- _Description of the task_:
Look through the listing below for the word "SECTIONS" and copy every line where it occurs.

- _Task material_:

*** Begin section ***

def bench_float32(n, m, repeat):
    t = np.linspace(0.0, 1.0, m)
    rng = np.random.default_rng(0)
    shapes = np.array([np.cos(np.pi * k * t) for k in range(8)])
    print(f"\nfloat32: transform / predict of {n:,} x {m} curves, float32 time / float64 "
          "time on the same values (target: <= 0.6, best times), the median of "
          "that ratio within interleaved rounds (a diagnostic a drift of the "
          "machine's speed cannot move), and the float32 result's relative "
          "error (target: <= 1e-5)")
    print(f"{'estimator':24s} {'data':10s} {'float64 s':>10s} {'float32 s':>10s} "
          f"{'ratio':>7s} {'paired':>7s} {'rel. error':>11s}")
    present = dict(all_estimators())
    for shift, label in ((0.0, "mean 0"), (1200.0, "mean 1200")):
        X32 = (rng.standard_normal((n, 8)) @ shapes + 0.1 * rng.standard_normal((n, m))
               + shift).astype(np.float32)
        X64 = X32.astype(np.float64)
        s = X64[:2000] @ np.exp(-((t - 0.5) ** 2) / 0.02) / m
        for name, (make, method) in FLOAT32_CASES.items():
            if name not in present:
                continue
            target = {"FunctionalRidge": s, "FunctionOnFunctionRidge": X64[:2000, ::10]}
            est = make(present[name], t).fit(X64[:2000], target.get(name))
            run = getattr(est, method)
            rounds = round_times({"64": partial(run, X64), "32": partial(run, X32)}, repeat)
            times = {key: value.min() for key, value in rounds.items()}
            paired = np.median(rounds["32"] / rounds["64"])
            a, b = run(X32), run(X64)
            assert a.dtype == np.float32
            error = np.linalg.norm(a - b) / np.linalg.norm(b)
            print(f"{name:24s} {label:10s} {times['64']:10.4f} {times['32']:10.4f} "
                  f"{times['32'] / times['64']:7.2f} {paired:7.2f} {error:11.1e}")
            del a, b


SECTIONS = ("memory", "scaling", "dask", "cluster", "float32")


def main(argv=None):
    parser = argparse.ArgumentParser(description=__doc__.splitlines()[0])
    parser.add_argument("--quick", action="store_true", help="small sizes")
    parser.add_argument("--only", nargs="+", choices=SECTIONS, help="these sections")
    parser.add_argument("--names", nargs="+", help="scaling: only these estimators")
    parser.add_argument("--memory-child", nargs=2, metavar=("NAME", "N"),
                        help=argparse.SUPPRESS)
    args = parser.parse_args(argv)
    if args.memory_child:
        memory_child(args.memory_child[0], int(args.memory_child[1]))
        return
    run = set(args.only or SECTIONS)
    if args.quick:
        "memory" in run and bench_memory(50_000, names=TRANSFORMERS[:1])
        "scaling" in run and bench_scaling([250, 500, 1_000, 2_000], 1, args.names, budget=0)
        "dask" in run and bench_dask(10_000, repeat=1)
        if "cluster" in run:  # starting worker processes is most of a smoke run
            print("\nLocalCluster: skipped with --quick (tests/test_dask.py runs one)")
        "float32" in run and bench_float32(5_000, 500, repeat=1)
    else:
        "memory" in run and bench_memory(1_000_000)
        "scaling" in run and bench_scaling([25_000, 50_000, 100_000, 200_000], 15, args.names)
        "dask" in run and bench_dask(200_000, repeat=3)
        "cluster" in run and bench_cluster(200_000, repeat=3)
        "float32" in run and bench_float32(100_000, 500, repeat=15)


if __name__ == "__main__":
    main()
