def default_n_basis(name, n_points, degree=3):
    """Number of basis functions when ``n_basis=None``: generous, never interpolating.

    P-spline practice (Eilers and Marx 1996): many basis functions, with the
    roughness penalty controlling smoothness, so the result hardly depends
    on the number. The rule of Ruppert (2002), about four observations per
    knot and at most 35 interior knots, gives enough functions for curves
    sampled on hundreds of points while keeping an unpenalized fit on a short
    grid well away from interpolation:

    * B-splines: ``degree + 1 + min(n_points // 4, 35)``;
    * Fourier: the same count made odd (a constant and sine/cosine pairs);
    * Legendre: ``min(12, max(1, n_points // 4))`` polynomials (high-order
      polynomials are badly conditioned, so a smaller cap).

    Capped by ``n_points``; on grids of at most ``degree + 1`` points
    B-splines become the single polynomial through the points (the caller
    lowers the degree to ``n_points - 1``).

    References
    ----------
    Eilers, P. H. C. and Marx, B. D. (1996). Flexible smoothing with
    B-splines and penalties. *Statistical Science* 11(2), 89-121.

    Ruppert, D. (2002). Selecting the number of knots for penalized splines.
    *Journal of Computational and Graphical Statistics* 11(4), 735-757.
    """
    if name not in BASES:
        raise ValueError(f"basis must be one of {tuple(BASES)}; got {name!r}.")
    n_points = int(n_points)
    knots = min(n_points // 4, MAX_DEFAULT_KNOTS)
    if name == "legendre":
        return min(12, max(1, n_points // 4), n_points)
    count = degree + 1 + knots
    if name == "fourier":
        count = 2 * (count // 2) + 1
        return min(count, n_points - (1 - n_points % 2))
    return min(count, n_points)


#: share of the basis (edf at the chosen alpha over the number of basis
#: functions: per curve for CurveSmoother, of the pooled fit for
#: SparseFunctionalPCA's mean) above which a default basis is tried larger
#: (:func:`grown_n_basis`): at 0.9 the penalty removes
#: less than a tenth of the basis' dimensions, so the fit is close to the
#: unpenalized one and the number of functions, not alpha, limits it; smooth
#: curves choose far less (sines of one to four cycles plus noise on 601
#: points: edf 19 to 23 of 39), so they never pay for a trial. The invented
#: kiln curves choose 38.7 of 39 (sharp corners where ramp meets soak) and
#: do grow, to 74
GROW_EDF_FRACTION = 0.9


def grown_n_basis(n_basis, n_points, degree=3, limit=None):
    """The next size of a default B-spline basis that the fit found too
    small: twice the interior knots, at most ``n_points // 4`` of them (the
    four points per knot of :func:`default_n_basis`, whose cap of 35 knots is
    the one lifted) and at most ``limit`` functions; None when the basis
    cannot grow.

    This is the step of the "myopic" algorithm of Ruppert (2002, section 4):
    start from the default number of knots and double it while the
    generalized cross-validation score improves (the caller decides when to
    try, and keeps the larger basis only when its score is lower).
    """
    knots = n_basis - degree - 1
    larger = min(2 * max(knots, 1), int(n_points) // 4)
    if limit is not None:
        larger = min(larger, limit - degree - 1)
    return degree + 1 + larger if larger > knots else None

*** End section ***

- _Response to the task_:
SECTIONS = ("memory", "scaling", "dask", "cluster", "float32")
    parser.add_argument("--only", nargs="+", choices=SECTIONS, help="these sections")
    run = set(args.only or SECTIONS)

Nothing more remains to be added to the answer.